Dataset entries
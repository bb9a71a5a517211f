import type Stripe from 'stripe';
import { FREE_PLAN_ID, planByPriceLookupKey, type PlanId } from './plans';

// Statuses under which the customer keeps what they pay for; past_due is the provider's retry window.
const ENTITLED_STATUSES = new Set<Stripe.Subscription.Status>(['active', 'trialing', 'past_due']);

/** Metadata key set on every customer and subscription we create. */
export const ORGANISATION_ID_METADATA_KEY = 'organisation_id';

/**
 * Our plan for a provider subscription: the plan whose price lookup key the subscription's item carries,
 * while the subscription is in good standing; the free plan otherwise (canceled, unpaid, never paid).
 */
export function planFromSubscription(subscription: Stripe.Subscription): PlanId {
  if (!ENTITLED_STATUSES.has(subscription.status)) return FREE_PLAN_ID;
  for (const item of subscription.items.data) {
    const plan = planByPriceLookupKey(item.price.lookup_key);
    if (plan) return plan.id;
  }
  return FREE_PLAN_ID;
}

/** End of the current paid period, read from the subscription's items (where the provider keeps it). */
export function currentPeriodEnd(subscription: Stripe.Subscription): Date | null {
  const ends = subscription.items.data.map((item) => item.current_period_end).filter((end) => Number.isFinite(end));
  return ends.length > 0 ? new Date(Math.max(...ends) * 1000) : null;
}

export function customerIdOf(subscription: Stripe.Subscription): string {
  return typeof subscription.customer === 'string' ? subscription.customer : subscription.customer.id;
}
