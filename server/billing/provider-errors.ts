import Stripe from 'stripe';
import { BillingError } from './billing-error';

/**
 * Runs one provider call and turns SDK failures into BillingErrors: a missing object is named, anything else
 * is the provider's problem (502), never blamed on our API client.
 */
export async function callProvider<T>(what: string, call: () => Promise<T>): Promise<T> {
  try {
    return await call();
  } catch (error) {
    if (error instanceof BillingError) throw error;
    if (error instanceof Stripe.errors.StripeError) {
      if (error.code === 'resource_missing') {
        throw new BillingError('billing_object_missing', `The payment provider does not know this object (${what}): ${error.message}`, {
          status: 409,
          cause: error,
        });
      }
      throw new BillingError('payment_provider_error', `The payment provider refused ${what}: ${error.message}`, { status: 502, cause: error });
    }
    throw new BillingError('payment_provider_unreachable', `The payment provider could not be reached for ${what}.`, { status: 502, cause: error });
  }
}
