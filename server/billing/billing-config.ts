/** How the billing layer reaches the payment provider. */
export interface BillingConfig {
  /** A real provider secret key (sk_test_… or sk_live_…). Absent: talk to the local fake at `apiBaseUrl`. */
  secretKey?: string;
  /** Signing secret of our webhook endpoint at the provider (whsec_…); the local fake signs with it too. */
  webhookSecret: string;
  /** Overrides the provider's API address, e.g. `http://127.0.0.1:4243` for the local fake. */
  apiBaseUrl?: string;
}

/** The key our code presents to the local fake; the fake accepts nothing else by default. */
export const LOCAL_FAKE_SECRET_KEY = 'sk_test_sweepline_local_fake';
/** Development default signing secret shared by the fake and the server; never valid at the real provider. */
export const LOCAL_FAKE_WEBHOOK_SECRET = 'whsec_sweepline_local_fake_only';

▶ Exercise objective
From the entries above, write out only the lines starting at the line that holds "if (!ENTITLED_STATUSES.has(subscription.status)) return" and ending at the line that holds "keeps it). */", keeping both and matching them exactly.

▶ The answer
  if (!ENTITLED_STATUSES.has(subscription.status)) return FREE_PLAN_ID;
  for (const item of subscription.items.data) {
    const plan = planByPriceLookupKey(item.price.lookup_key);
    if (plan) return plan.id;
  }
  return FREE_PLAN_ID;
}

/** End of the current paid period, read from the subscription's items (where the provider keeps it). */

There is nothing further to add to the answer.